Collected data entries
▼
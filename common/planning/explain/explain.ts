import type { StageReasons } from '../problem/explanation';
import type { Plan } from '../problem/plan';
import type { Problem } from '../problem/problem';

export function explain(_problem: Problem, _plan: Plan): StageReasons[] {
  throw new Error('Not written yet.');
}
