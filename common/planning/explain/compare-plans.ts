import type { Plan } from '../problem/plan';
import type { PlanChange } from './plan-change';

export function comparePlans(_before: Plan, _after: Plan): PlanChange[] {
  throw new Error('Not written yet.');
}
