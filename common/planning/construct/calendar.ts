import type { Span } from '../../time/span';

/** Later than any instant in a compiled problem, yet with room to add minutes to it. In minutes. */
export const NEVER = 0x3fffffff;

const BUCKET_BITS = 9;

/** When something is there, as disjoint stretches that never meet; instants count from the horizon's start. */
export class Calendar {
  readonly starts: Int32Array;
  readonly ends: Int32Array;
  readonly count: number;
  /** For each 512 minutes, the first stretch that ends after them: finding one costs no search. */
  private readonly buckets: Int32Array;

  /** Takes arrays of which the first `count` entries are disjoint, in order and inside the horizon, and keeps them. */
  private constructor(starts: Int32Array, ends: Int32Array, count: number, horizonMinutes: number) {
    this.starts = starts;
    this.ends = ends;
    this.count = count;
    this.buckets = new Int32Array((horizonMinutes >> BUCKET_BITS) + 2);
    for (let bucket = 0, i = 0; bucket < this.buckets.length; bucket += 1) {
      while (i < count && ends[i] <= bucket << BUCKET_BITS) i += 1;
      this.buckets[bucket] = i;
    }
  }

  /** A calendar of spans of instants in any order, cut to the horizon. */
  static of(spans: readonly Span[], origin: number, horizonMinutes: number): Calendar {
    const merged = mergeTouching(spans, origin, horizonMinutes);
    const starts = Int32Array.from(merged, (span) => span.start);
    const ends = Int32Array.from(merged, (span) => span.end);
    return new Calendar(starts, ends, merged.length, horizonMinutes);
  }

  /** This calendar less some spans of instants, which are disjoint and in order. Fast: a forecast does it in every draw. */
  less(away: readonly Span[], origin: number, horizonMinutes: number): Calendar {
    const starts = new Int32Array(this.count + away.length);
    const ends = new Int32Array(this.count + away.length);
    let count = 0;
    let next = 0;
    for (let i = 0; i < this.count; i += 1) {
      let from = this.starts[i];
      const until = this.ends[i];
      while (next < away.length && away[next].end - origin <= from) next += 1;
      for (let k = next; k < away.length && away[k].start - origin < until; k += 1) {
        const gap = away[k].start - origin;
        if (gap > from) {
          starts[count] = from;
          ends[count] = gap;
          count += 1;
        }
        from = Math.max(from, away[k].end - origin);
      }
      if (from >= until) continue;
      starts[count] = from;
      ends[count] = until;
      count += 1;
    }
    return new Calendar(starts, ends, count, horizonMinutes);
  }

  /** The first stretch that ends after an instant; `count` where none does. */
  indexAt(instant: number): number {
    if (instant < 0) return 0;
    const bucket = instant >> BUCKET_BITS;
    if (bucket >= this.buckets.length) return this.count;
    let i = this.buckets[bucket];
    while (i < this.count && this.ends[i] <= instant) i += 1;
    return i;
  }

  /** Whether every minute of a stretch is in the calendar. */
  covers(start: number, end: number): boolean {
    const i = this.indexAt(start);
    return i < this.count && this.starts[i] <= start && this.ends[i] >= end;
  }
}

function mergeTouching(spans: readonly Span[], origin: number, horizonMinutes: number): Span[] {
  const merged: { start: number; end: number }[] = [];
  for (const span of [...spans].sort((a, b) => a.start - b.start)) {
    const start = Math.max(0, span.start - origin);
    const end = Math.min(horizonMinutes, span.end - origin);
    if (end <= start) continue;
    const last = merged[merged.length - 1];
    if (last && start <= last.end) last.end = Math.max(last.end, end);
    else merged.push({ start, end });
  }
  return merged;
}
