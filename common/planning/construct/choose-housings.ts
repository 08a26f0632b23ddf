import type { Stage } from '../problem/problem';

/** At most this many combinations of bays are weighed for one stage; the first ones by id. */
const MOST_HOUSINGS = 24;

/**
 * The combinations of bays that a stage may be housed in, one bay for each place; a single one where its progress or pin says.
 * Empty only where some place has no bay at all.
 */
export function chooseHousings(stage: Stage, bayIndex: ReadonlyMap<string, number>): Int32Array[] {
  const given = givenBays(stage);
  if (given) return [Int32Array.from(given, (id) => bayIndex.get(id) ?? -1)];
  let housings: number[][] = [[]];
  for (const place of stage.places) {
    const options = [...new Set(place.bayIds)].sort().map((id) => bayIndex.get(id) ?? -1);
    housings = housings.flatMap((housing) => options.map((bay) => [...housing, bay])).slice(0, MOST_HOUSINGS);
  }
  return housings.map((housing) => Int32Array.from(housing));
}

function givenBays(stage: Stage): readonly string[] | null {
  const { progress, pin } = stage;
  if (progress.kind === 'finished') return progress.bayIds;
  if (progress.kind === 'started' && progress.bayIds.length === stage.places.length) return progress.bayIds;
  if (progress.kind === 'to-do' && pin?.bayIds && pin.bayIds.length === stage.places.length) return pin.bayIds;
  return null;
}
▲
Work order
What you retype should run from the first line of the entries above through the line containing "while (i < count", exactly and in full.

Solution to the exercise
filename common/planning/explain/explain.ts
import type { StageReasons } from '../problem/explanation';
import type { Plan } from '../problem/plan';
import type { Problem } from '../problem/problem';

export function explain(_problem: Problem, _plan: Plan): StageReasons[] {
  throw new Error('Not written yet.');
}
filename common/planning/explain/compare-plans.ts
import type { Plan } from '../problem/plan';
import type { PlanChange } from './plan-change';

export function comparePlans(_before: Plan, _after: Plan): PlanChange[] {
  throw new Error('Not written yet.');
}
filename common/planning/construct/calendar.ts
import type { Span } from '../../time/span';

/** Later than any instant in a compiled problem, yet with room to add minutes to it. In minutes. */
export const NEVER = 0x3fffffff;

const BUCKET_BITS = 9;

/** When something is there, as disjoint stretches that never meet; instants count from the horizon's start. */
export class Calendar {
  readonly starts: Int32Array;
  readonly ends: Int32Array;
  readonly count: number;
  /** For each 512 minutes, the first stretch that ends after them: finding one costs no search. */
  private readonly buckets: Int32Array;

  /** Takes arrays of which the first `count` entries are disjoint, in order and inside the horizon, and keeps them. */
  private constructor(starts: Int32Array, ends: Int32Array, count: number, horizonMinutes: number) {
    this.starts = starts;
    this.ends = ends;
    this.count = count;
    this.buckets = new Int32Array((horizonMinutes >> BUCKET_BITS) + 2);
    for (let bucket = 0, i = 0; bucket < this.buckets.length; bucket += 1) {
      while (i < count && ends[i] <= bucket << BUCKET_BITS) i += 1;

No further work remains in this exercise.